Store your locustfiles in the same repo as the service. Load tests that drift from the API contract are worse than no tests. Treat them like integration tests — same repo, same CI, same version.

Use environment variables for targets. Never hardcode staging/production hostnames. --host on the CLI or LOCUST_HOST env var keeps configs clean and prevents accidentally hammering prod from a CI run.

Baseline before every deploy. Run a 5-minute 200-user test against staging pre- and post-deploy. Diff the CSV outputs. Regressions in p95/p99 that don’t show in unit tests are real bugs.

Don’t ignore the green line. The Locust UI shows both RPS and failure rate over time. A test that shows constant RPS but climbing failure rate means your target is degrading under load — it’s rejecting requests, not slowing down. These look fine in average latency charts.

Closing Thoughts

Locust earns its place because the gap between "I know Python" and "I have a useful load test" is genuinely small. The distributed mode is solid, the extensibility is real, and the LoadTestShape class finally killed the excuse that load testers couldn’t model realistic traffic curves.

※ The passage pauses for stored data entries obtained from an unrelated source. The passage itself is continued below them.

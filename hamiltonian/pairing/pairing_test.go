package pairing

import (
	"context"
	"errors"
	"math"
	"math/bits"
	"strings"
	"testing"

	"gonum.org/v1/gonum/mat"

	"leadline/hamiltonian/internal/fock"
)

// diagonalise returns the ground state of the model among paired states, from the
// operators themselves.
func diagonalise(m Model) float64 {
	var states []int
	for bit := range 1 << m.Levels {
		if bits.OnesCount(uint(bit)) == m.Pairs {
			states = append(states, bit)
		}
	}
	h := mat.NewDense(len(states), len(states), nil)
	for i, a := range states {
		for j, b := range states {
			switch d := a ^ b; {
			case d == 0:
				e := 0.0
				for p := range m.Levels {
					e += float64(a>>p&1) * (2*m.Spacing*float64(p+1) - m.Coupling)
				}
				h.Set(i, j, e)
			case bits.OnesCount(uint(d)) == 2:
				h.Set(i, j, -m.Coupling)
			}
		}
	}
	return fock.Lowest(h)
}

// TestForm compares the factors' two forms, element by element in the full sector,
// with ε n − G P†P written in operators.
func TestForm(t *testing.T) {
	for _, g := range []float64{0.4, -0.3, 0} {
		m := Model{Levels: 4, Spacing: 1.5, Coupling: g, Pairs: 2}
		h, err := m.Hamiltonian()
		if err != nil {
			t.Fatal(err)
		}
		if err := h.Validate(); err != nil {
			t.Error(err)
		}
		if g != 0 && (h.Factors.Count() != 16 || h.Factors.Antisymmetric != 6) {
			t.Errorf("%d factors, %d antisymmetric, expected 16 and 6", h.Factors.Count(), h.Factors.Antisymmetric)
		}
		space := fock.New(h.Sector)
		want := mat.NewDense(space.Dim(), space.Dim(), nil)
		for spin := range 2 {
			space.OneBody(want, spin, func(p, q int) float64 {
				if p != q {
					return 0
				}
				return 1.5 * float64(p+1)
			})
		}
		// c†_p↑ c†_p↓ c_q↓ c_q↑: the pattern (pq|rs) with p = r and q = s between up and
		// down, half of it from each order of the spins.
		for spin := range 2 {
			space.TwoBody(want, spin, 1-spin, func(p, q, r, s int) float64 {
				if p == r && q == s {
					return -g
				}
				return 0
			})
		}
		normal, squares := space.Normal(h), space.Squares(h)
		if !mat.EqualApprox(normal, want, 1e-13) {
			t.Errorf("G = %g: normal-ordered form differs", g)
		}
		if !mat.EqualApprox(squares, want, 1e-13) {
			t.Errorf("G = %g: form in squares differs", g)
		}
		if e := fock.Lowest(want); g > 0 && math.Abs(e-diagonalise(m)) > 1e-12 {
			t.Errorf("G = %g: %v in the full sector, %v among pairs", g, e, diagonalise(m))
		}
	}
}

// TestExact compares with Richardson's equations solved in 60 digits by Newton
// continuation, which agree with diagonalisation to 1e-13 (this project's reference
// table; spacing 1, half filling).
func TestExact(t *testing.T) {
	for _, test := range []struct {
		levels int
		g, e   float64
	}{
		{4, 0.1, 5.787661867014894}, {4, 0.25, 5.416774284351104}, {4, 0.5, 4.635548473575597}, {4, 1, 2.5103478446361533},
		{6, 0.1, 11.679819241936805}, {6, 0.25, 11.105926380626023}, {6, 0.5, 9.801527971008904}, {6, 1, 5.810840747419518},
		{8, 0.1, 19.571755416694415}, {8, 0.25, 18.78974245278355}, {8, 0.5, 16.889170412332152}, {8, 1, 10.486586239939568},
		{10, 0.1, 29.46356198651856}, {10, 0.25, 28.469551806818696}, {10, 0.5, 25.901416564542988}, {10, 1, 16.536739388621275},
		{12, 0.1, 41.355281692025024}, {12, 0.25, 40.146088523104886}, {12, 0.5, 36.83917274845055}, {12, 1, 23.96102441566078},
		{14, 0.25, 53.81981417030138}, {14, 0.5, 49.70263718822201},
		{16, 0.25, 69.49104350912118}, {16, 0.5, 64.49178366589867},
	} {
		e, err := Model{Levels: test.levels, Spacing: 1, Coupling: test.g, Pairs: test.levels / 2}.Exact(t.Context())
		if err != nil || math.Abs(e-test.e) > 1e-11 {
			t.Errorf("%d levels, G = %g: %.13f (%v), expected %.13f", test.levels, test.g, e, err, test.e)
		}
	}
}

// TestFillings covers every number of pairs and couplings from weak to far beyond
// all critical ones.
func TestFillings(t *testing.T) {
	for _, levels := range []int{1, 2, 5, 8} {
		for pairs := 1; pairs <= levels; pairs++ {
			for g := 0.0; g < 30; g = 1.25*g + 0.013 {
				m := Model{Levels: levels, Spacing: 0.7, Coupling: g, Pairs: pairs}
				e, err := m.Exact(t.Context())
				if want := diagonalise(m); err != nil || math.Abs(e-want) > 1e-11*max(1, math.Abs(want)) {
					t.Errorf("%d pairs on %d levels, G = %g: %.13f (%v), expected %.13f", pairs, levels, g, e, err, want)
				}
			}
		}
	}
}

// TestCritical covers the coupling at which two pairs on four levels collide on the
// lowest one. With A = Σ_{i>1} 1/(2ε_i − 2ε_1) and B the sum of its squares, the
// limit of both equations there gives 1/G = A + √B: 11/12 + 7/12.
func TestCritical(t *testing.T) {
	for _, shift := range []float64{0, 1e-15, 1e-12, -1e-9, 1e-6, -1e-3} {
		m := Model{Levels: 4, Spacing: 1, Coupling: 2.0/3 + shift, Pairs: 2}
		if e, err := m.Exact(t.Context()); err != nil || math.Abs(e-diagonalise(m)) > 1e-12 {
			t.Errorf("%g from the critical coupling: %.14f (%v), expected %.14f", shift, e, err, diagonalise(m))
		}
	}
}

// TestHoles checks sizes beyond diagonalisation by the exchange of pairs and holes,
// P ↔ P† with the levels reversed: for levels ε_p = p,
//
//	E(M−N) = Σ_p 2ε_p − 2N(M+1) + 2GN − GM + E(N),
//
// which relates two different systems of equations.
func TestHoles(t *testing.T) {
	for _, test := range []struct {
		levels, pairs int
		g             float64
	}{{30, 14, 0.5}, {40, 12, 0.2}, {40, 3, 2}, {30, 13, 5}, {60, 29, 0.5}} {
		if test.levels > 40 && testing.Short() {
			continue
		}
		few, err := Model{Levels: test.levels, Spacing: 1, Coupling: test.g, Pairs: test.pairs}.Exact(t.Context())
		if err != nil {
			t.Fatal(err)
		}
		many, err := Model{Levels: test.levels, Spacing: 1, Coupling: test.g, Pairs: test.levels - test.pairs}.Exact(t.Context())
		if err != nil {
			t.Fatal(err)
		}
		m, n := float64(test.levels), float64(test.pairs)
		want := m*(m+1) - 2*n*(m+1) + 2*test.g*n - test.g*m + few
		if math.Abs(many-want) > 1e-12*m*m {
			t.Errorf("%+v: %.12f, expected %.12f", test, many, want)
		}
	}
}

// TestHalfFilled checks 50 pairs on 100 levels at weak coupling by perturbation
// theory, E = N(N+1) − GN − G² Σ 1/(2ε_a − 2ε_i) + O(G³).
func TestHalfFilled(t *testing.T) {
	const n = 50
	sum := 0.0
	for i := 1; i <= n; i++ {
		for a := n + 1; a <= 2*n; a++ {
			sum += 1 / (2 * float64(a-i))
		}
	}
	remainder := func(g float64) float64 {
		e, err := Model{Levels: 2 * n, Spacing: 1, Coupling: g, Pairs: n}.Exact(t.Context())
		if err != nil {
			t.Fatal(err)
		}
		return (e - (n*(n+1) - g*n - g*g*sum)) / (g * g * g)
	}
	if a, b := remainder(0.006), remainder(0.003); math.Abs(a/b-1) > 0.05 {
		t.Errorf("third-order remainders %.4f and %.4f, expected equal within 5 %%", a, b)
	}
}

func TestCancelled(t *testing.T) {
	ctx, cancel := context.WithCancel(t.Context())
	cancel()
	if _, err := (Model{Levels: 4, Spacing: 1, Coupling: 1, Pairs: 2}).Exact(ctx); !errors.Is(err, context.Canceled) {
		t.Errorf("got %v, expected context.Canceled", err)
	}
}

func TestViolations(t *testing.T) {
	err := Model{Levels: 0, Spacing: math.NaN(), Coupling: math.Inf(-1), Pairs: 3}.Validate()
	for _, want := range []string{"0 levels", "3 pairs", "spacing is NaN", "coupling is -Inf"} {
		if err == nil || !strings.Contains(err.Error(), want) {
			t.Errorf("%q is not among %v", want, err)
		}
	}
	if _, err := (Model{Levels: 129, Spacing: 1, Coupling: 1, Pairs: 1}).Hamiltonian(); err == nil {
		t.Error("129 levels are accepted")
	}
	for _, m := range []Model{{Levels: 4, Spacing: 0, Coupling: 1, Pairs: 2}, {Levels: 4, Spacing: 1, Coupling: -1, Pairs: 2}} {
		if _, err := m.Exact(t.Context()); err == nil {
			t.Errorf("%+v is accepted", m)
		}
	}
}
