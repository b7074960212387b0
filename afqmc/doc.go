// Package afqmc is the walk: phaseless auxiliary-field quantum Monte Carlo with
// a guide from package trial (Zhang & Krakauer, Phys. Rev. Lett. 90, 136401
// (2003); review: Motta & Zhang, WIREs Comput. Mol. Sci. 8, e1364 (2018)).
//
// With A_g = v_g − l_g, l_g = ⟨Ψ_T|v_g|Ψ_T⟩/⟨Ψ_T|Ψ_T⟩,
//
//	H = e0 + T + ½ Σ_g s_g A_g²,  T = t + Σ_g s_g l_g L_g,  e0 = E_c − ½ Σ_g s_g l_g²
//
// and one step of length τ is, for each walker with normal deviates y_g,
//
//	x̄_g = −√τ η_g (⟨v_g⟩ − l_g),  η_g = √(−s_g),  |x̄_g| ≤ 1 by rescaling
//	z   = y − x̄
//	φ   ← e^{−τT/2} exp(X) e^{−τT/2} φ,  X = √τ Σ_g z_g η_g L_g
//	R   = ⟨Ψ_T|φ′⟩/⟨Ψ_T|φ⟩ · exp(−√τ Σ_g z_g η_g l_g)
//	I   = R · exp(Σ_g (y_g x̄_g − x̄_g²/2)),  E_hyb = e0 − ln|I|/τ
//	W   ← W · exp(−τ (E_hyb − E_T)) · max(0, cos arg R)
//
// The bounded force bias x̄ is used in the shift and in the weight alike, so the
// bound changes the variance and not the average. A run is a pure function of
// (Hamiltonian, trial, options): walkers go in tiles of fixed size, random
// numbers come from streams keyed by seed, step and walker, and sums are taken
// in walker order, so results do not depend on the number of cores.
//
// Energies are in hartree and imaginary times in 1/hartree (or in the unit of a
// model Hamiltonian and its inverse).
package afqmc
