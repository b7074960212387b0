package afqmc

import (
	"context"
	"errors"
	"math"

	"leadline/trial"
)

var (
	errExtinct  = errors.New("no walker is left alive: the constraint killed all of them; check the trial and the time step")
	errOverflow = errors.New("the weights overflowed: check the trial and the time step")
)

// Row is one energy measurement.
type Row struct {
	Time      float64 // imaginary time since the start
	Weight    float64 // ΣW
	Numerator float64 // ΣW Re E_L
	Energy    float64 // Numerator/Weight
	Growth    float64 // growth energy since the last row
	Effective float64 // (ΣW)²/ΣW²
	Capped    int64   // walker-steps with bounded hybrid energy since the last row, and bounded local energies
	Killed    int64   // walkers killed since the last row
	Imaginary float64 // ΣW Im E_L / Weight
	Sampled   bool    // false while equilibrating: the row is not used
}

// Recorder receives every row as it is measured; an error ends the run.
type Recorder interface {
	Record(Row) error
}

// Run projects the start determinant under the guide's constraint until the
// sampled length, the target error or the end of ctx is reached. When ctx ends
// the rows so far are analysed and the status says so. rec may be nil.
func Run(ctx context.Context, g *trial.Guide, start trial.Orbitals, o Options, rec Recorder) (*Result, error) {
	w, err := NewWalk(g, start, o)
	if err != nil {
		return nil, err
	}
	defer w.Close()
	return w.Run(ctx, rec)
}

// Run continues the walk from its state.
func (w *Walk) Run(ctx context.Context, rec Recorder) (*Result, error) {
	o := w.Options
	measureEvery, controlEvery := o.every(MeasureInterval), o.every(controlInterval)
	equilibration, sampling := o.steps()
	samples := newSamples(o.Walkers, sampling/measureEvery)
	status := StatusComplete
	for w.State.Step < equilibration+sampling {
		if ctx.Err() != nil {
			status = StatusInterrupted
			break
		}
		next := w.State.Step + 1
		measure, control := next%measureEvery == 0, next%controlEvery == 0
		if err := w.Step(control, measure); err != nil {
			return nil, err
		}
		if measure {
			row, err := w.measure()
			if err != nil {
				return nil, err
			}
			if next == equilibration {
				w.State.Total = Counters{} // diagnostics are about the sampled part
			}
			row.Sampled = next > equilibration
			if row.Sampled {
				samples.add(row, w)
				if o, ok := rec.(Observer); ok {
					o.Observe(w)
				}
			}
			if rec != nil {
				if err := rec.Record(row); err != nil {
					return nil, err
				}
			}
		}
		if control {
			if err := w.Control(); err != nil {
				return nil, err
			}
			if next%(checkEvery*controlEvery) == 0 {
				w.checkOverlaps()
			}
		}
		if measure && o.TargetError > 0 && samples.reached(o.TargetError) {
			status = StatusTarget
			break
		}
	}
	return w.analyse(samples, status), nil
}

// checkEvery is the number of population controls between two comparisons of
// all stored overlaps with recomputed ones.
const checkEvery = 10

// measure sums the local energies of the last step into a row, in walker order,
// and moves the reference energy.
func (w *Walk) measure() (Row, error) {
	s := w.State
	bound := math.Inf(1)
	if w.cap {
		bound = math.Sqrt(2 / w.Options.TimeStep)
	}
	row := Row{Time: float64(s.Step) * w.Options.TimeStep, Capped: s.Interval.Capped, Killed: s.Interval.Killed}
	square, imaginary := 0.0, 0.0
	for i, weight := range s.Weight {
		if weight == 0 {
			continue
		}
		e := real(w.energy[i])
		if math.Abs(e-s.ReferenceEnergy) > bound {
			e = min(max(e, s.ReferenceEnergy-bound), s.ReferenceEnergy+bound)
			row.Capped++
		}
		row.Weight += weight
		row.Numerator += weight * e
		imaginary += weight * imag(w.energy[i])
		square += weight * weight
	}
	if row.Weight == 0 {
		return row, errExtinct
	}
	row.Energy = row.Numerator / row.Weight
	row.Imaginary = imaginary / row.Weight
	row.Effective = row.Weight * row.Weight / square
	logNorm := s.logNorm()
	interval := w.Options.TimeStep * float64(w.Options.every(MeasureInterval))
	row.Growth = (s.GrowthTime - (logNorm - s.GrowthReference)) / interval
	s.GrowthReference, s.GrowthTime = logNorm, 0
	s.ReferenceEnergy += smoothing * (row.Energy - s.ReferenceEnergy)
	s.Total.add(s.Interval)
	s.Interval = Counters{}
	return row, nil
}

// smoothing is the share of a new measurement in the running energy.
const smoothing = 0.1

The ceiling is CPU on the workers — you’re buying greenlets, not threads, so plan your worker count accordingly. A rule of thumb: one worker core per 1000 sustained users, adjusted down if your tasks have any computational weight. For most teams running on Kubernetes, spinning up 10-20 worker pods is trivially cheap compared to the cost of discovering capacity limits in production.

Get your CI thresholds in place early. A load test that always passes is either wrong or testing nothing.